**Supplied data**
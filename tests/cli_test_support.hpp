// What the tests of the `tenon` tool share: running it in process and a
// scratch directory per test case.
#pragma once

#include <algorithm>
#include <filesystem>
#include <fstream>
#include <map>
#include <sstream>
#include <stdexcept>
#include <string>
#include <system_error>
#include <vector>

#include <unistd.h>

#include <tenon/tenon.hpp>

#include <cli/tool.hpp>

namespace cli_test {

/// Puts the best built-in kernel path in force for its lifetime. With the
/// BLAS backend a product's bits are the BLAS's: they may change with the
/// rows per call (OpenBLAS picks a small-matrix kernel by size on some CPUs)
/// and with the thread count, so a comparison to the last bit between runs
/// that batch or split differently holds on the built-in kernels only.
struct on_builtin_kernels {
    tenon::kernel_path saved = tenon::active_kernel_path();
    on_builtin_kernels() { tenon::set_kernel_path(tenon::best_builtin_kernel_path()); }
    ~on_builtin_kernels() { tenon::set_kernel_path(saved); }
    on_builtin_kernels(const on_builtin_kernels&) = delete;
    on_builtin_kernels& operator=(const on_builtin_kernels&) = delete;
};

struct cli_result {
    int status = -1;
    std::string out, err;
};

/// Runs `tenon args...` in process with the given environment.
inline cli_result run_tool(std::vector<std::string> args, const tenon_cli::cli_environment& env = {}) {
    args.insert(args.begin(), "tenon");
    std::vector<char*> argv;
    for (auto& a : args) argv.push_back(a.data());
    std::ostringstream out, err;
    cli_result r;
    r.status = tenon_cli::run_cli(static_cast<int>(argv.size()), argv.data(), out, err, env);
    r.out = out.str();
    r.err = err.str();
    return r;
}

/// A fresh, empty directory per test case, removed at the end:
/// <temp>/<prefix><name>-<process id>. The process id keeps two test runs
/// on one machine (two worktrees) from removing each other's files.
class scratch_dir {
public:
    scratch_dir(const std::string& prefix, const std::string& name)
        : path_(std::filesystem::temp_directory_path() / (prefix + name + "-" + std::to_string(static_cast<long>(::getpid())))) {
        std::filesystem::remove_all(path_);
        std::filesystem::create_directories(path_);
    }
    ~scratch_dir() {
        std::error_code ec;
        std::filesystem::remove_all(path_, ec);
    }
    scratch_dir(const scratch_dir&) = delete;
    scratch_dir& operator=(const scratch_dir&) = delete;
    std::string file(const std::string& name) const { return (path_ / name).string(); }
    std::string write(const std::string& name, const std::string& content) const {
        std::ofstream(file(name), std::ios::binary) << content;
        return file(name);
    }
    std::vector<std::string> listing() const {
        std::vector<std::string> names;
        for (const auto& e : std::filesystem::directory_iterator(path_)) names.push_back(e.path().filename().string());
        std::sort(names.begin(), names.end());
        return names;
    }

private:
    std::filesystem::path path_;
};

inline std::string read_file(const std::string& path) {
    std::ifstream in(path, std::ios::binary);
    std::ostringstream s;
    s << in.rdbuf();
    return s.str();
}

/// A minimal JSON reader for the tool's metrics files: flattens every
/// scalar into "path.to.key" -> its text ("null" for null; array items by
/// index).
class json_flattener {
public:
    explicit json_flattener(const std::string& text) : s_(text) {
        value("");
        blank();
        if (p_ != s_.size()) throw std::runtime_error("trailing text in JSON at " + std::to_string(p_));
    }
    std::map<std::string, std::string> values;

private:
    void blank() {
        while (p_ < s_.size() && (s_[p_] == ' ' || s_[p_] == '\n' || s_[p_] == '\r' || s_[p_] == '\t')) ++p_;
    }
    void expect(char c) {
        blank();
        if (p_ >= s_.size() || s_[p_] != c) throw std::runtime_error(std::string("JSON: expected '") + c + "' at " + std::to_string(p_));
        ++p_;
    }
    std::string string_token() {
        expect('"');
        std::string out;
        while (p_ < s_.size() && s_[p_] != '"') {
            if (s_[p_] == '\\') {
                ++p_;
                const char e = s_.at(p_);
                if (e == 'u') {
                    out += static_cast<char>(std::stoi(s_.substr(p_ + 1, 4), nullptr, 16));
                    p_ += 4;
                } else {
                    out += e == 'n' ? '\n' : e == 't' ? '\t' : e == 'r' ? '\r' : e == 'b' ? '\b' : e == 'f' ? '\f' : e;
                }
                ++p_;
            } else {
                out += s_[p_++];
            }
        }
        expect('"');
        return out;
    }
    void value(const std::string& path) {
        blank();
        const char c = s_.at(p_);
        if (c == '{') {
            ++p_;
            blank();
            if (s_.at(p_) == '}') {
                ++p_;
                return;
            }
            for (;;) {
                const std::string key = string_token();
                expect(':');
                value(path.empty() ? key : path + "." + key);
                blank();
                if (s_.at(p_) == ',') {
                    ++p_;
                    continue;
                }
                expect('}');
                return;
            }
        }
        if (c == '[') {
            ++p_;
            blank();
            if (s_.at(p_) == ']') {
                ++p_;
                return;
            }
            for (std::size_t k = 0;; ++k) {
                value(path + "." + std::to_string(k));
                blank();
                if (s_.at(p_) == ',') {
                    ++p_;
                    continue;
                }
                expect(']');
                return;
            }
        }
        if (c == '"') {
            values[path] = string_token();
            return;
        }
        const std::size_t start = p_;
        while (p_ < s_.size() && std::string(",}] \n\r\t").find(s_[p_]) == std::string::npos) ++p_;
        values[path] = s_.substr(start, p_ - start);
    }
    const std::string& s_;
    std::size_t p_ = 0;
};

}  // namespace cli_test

**Problem to work on**
Work out how many lines in the data above contain the word "substr" and respond with that number only.

**Output of the exercise**
2